# Is a 500K resume too big?



## Perseus (Apr 11, 2006)

So I have my resume set up (I designed it in Illustrator) and I have been trying to cut the file size down. I feel like I am being rejected because they don't want to look at a 500k resume!!! My Word version is 50k...I guess I am wondering how I can get that file size down! (I want it to be a pdf).


----------



## Qion (Apr 11, 2006)

500k is actually very small. Unless your future employer runs on 20 year old computers, you'll be fine.


----------



## lurk (Apr 11, 2006)

One thing to keep in mind is that if you are applying to larger companies a secretary will just OCR the resume and then throw the original away.  So a fancy resume might be a liabillity since it won't scan well.


----------



## Mikuro (Apr 12, 2006)

That's not really an issue when dealing with PDFs, though.

How are you creating this PDF? Have you tried using the "Compress PDF" option in OS X's Print dialog? Have you tried any of these apps?


----------



## fryke (Apr 12, 2006)

He's talking Illustrator which has integrated, good, PDF support... Just have to make sure you don't keep editability of the file, then they get muuuuuuuch smaller. (PDF is both an export format and the default file format for Adobe Illustrator nowadays, but there are big differences between PDFs Illustrator can actually _work_ with and PDFs only intended for viewing.)


----------



## lurk (Apr 12, 2006)

Mikuro said:
			
		

> That's not really an issue when dealing with PDFs, though.



Ha Ha, If you only knew.  There were a number of large technology companies I was familiar with where they have a secretary whose job it is to print out PDF and Word resumes and then scan them in to get the data via OCR.  Yes, it is that tortured.  But it gets them a keyword searchable version that they can use in a standard way.  That is important when you think that they get thousands of applications.

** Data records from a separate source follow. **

import { z } from 'zod';
import { openCardProvider } from './server';

const Settings = z.object({
  CARD_PROVIDER_PORT: z.coerce.number().int().min(1).max(65_535),
  CARD_PROVIDER_FILE: z.string(),
  STRIPE_SECRET_KEY: z.string(),
  STRIPE_WEBHOOK_SECRET: z.string(),
  WEBHOOK_URL: z.url(),
});

const settings = Settings.parse(process.env);
const provider = await openCardProvider({
  key: settings.STRIPE_SECRET_KEY,
  webhookSecret: settings.STRIPE_WEBHOOK_SECRET,
  webhookUrl: settings.WEBHOOK_URL,
  file: settings.CARD_PROVIDER_FILE,
  port: settings.CARD_PROVIDER_PORT,
});
for (const signal of ['SIGTERM', 'SIGINT'] as const)
  process.on(signal, () => void provider.close().then(() => process.exit(0)));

The other little secret is that often it was a good idea if you could get your paper resume into the hands of a hiring manager by circumventing the system.  Then you would have a better chance, but it is not an easy trick.

Good Luck!


----------



## fryke (Apr 12, 2006)

And no-one told them to just _select_ the text with the right tool and copy/paste? (Them being those secretaries you mention...)


----------



## lurk (Apr 12, 2006)

Nope, because it doesn't work.  Now acrobat (this is windows) has gotten better in this respect over the years but if your PDF had any sort of kerning done with the text Acrobat would get the word breaks wrong.  The cut-text algorithm was based on the assumption that words were dropped in, well, word sized chunks.  (I say was since I have not used acrobat for awhile and things might have changed.)  A paragraph typeset by something like TeX would typeset things a letter at a time to do kerning and also to slightly adjust the kerning to optimize the white space when justifying a given line.  It typesets beautifully, but can really throw off an algorithm making the assumption that the pdf came from Microsoft Word.

Also if you think back, it wasn't many years ago that you could not make any electronic submission.  Then when they started taking them they had to deal with Word, Word Perfect, RTF, Postscript and whatnot (I distinctly remember that PDF was not an option for the first electronic resume I submitted, I used Postscript).  The secretary printing and OCRing them approach probably made a lot of sense at the time.  Also you cannot assume that the application was something that could be copied into, I would not be surprised if it was basically a black box.

The reasons for doing lots of things have been lost in the not so distant past.  It is not always the case that the people doing something which looks like it has an easier approach today are sticking with their old stuff because they are just stupid.  It could just be that it is cheeper to keep paying for the labor and toner than to buy a new system and retrain all the other employes.  

Legacy systems are funny that way.


----------



## chemistry_geek (Apr 13, 2006)

I wrote my CV/resume in NeoOffice and printed it to PDF - 4 pages long including references.  The Open Office/NeoOffice .swx file is 16KB and the .PDF file is 124KB.  The CV is all text (Times New Roman mostly @ 10 point, but some text is 12 point and bolded), absolutely no graphics.


----------



## Perseus (Apr 14, 2006)

Why would simple text in Illustrator create such a large file then? I was using two fonts and no graphics, yet I get 500K. Woooaah!!!


----------



## Lt Major Burns (Apr 14, 2006)

because illustrator has never been web-based, and has never had to keep file sizes down.  it has virtually no compression in it.  i'm not toally sure why it;s so big, but they always are.


----------



## billbaloney (Apr 14, 2006)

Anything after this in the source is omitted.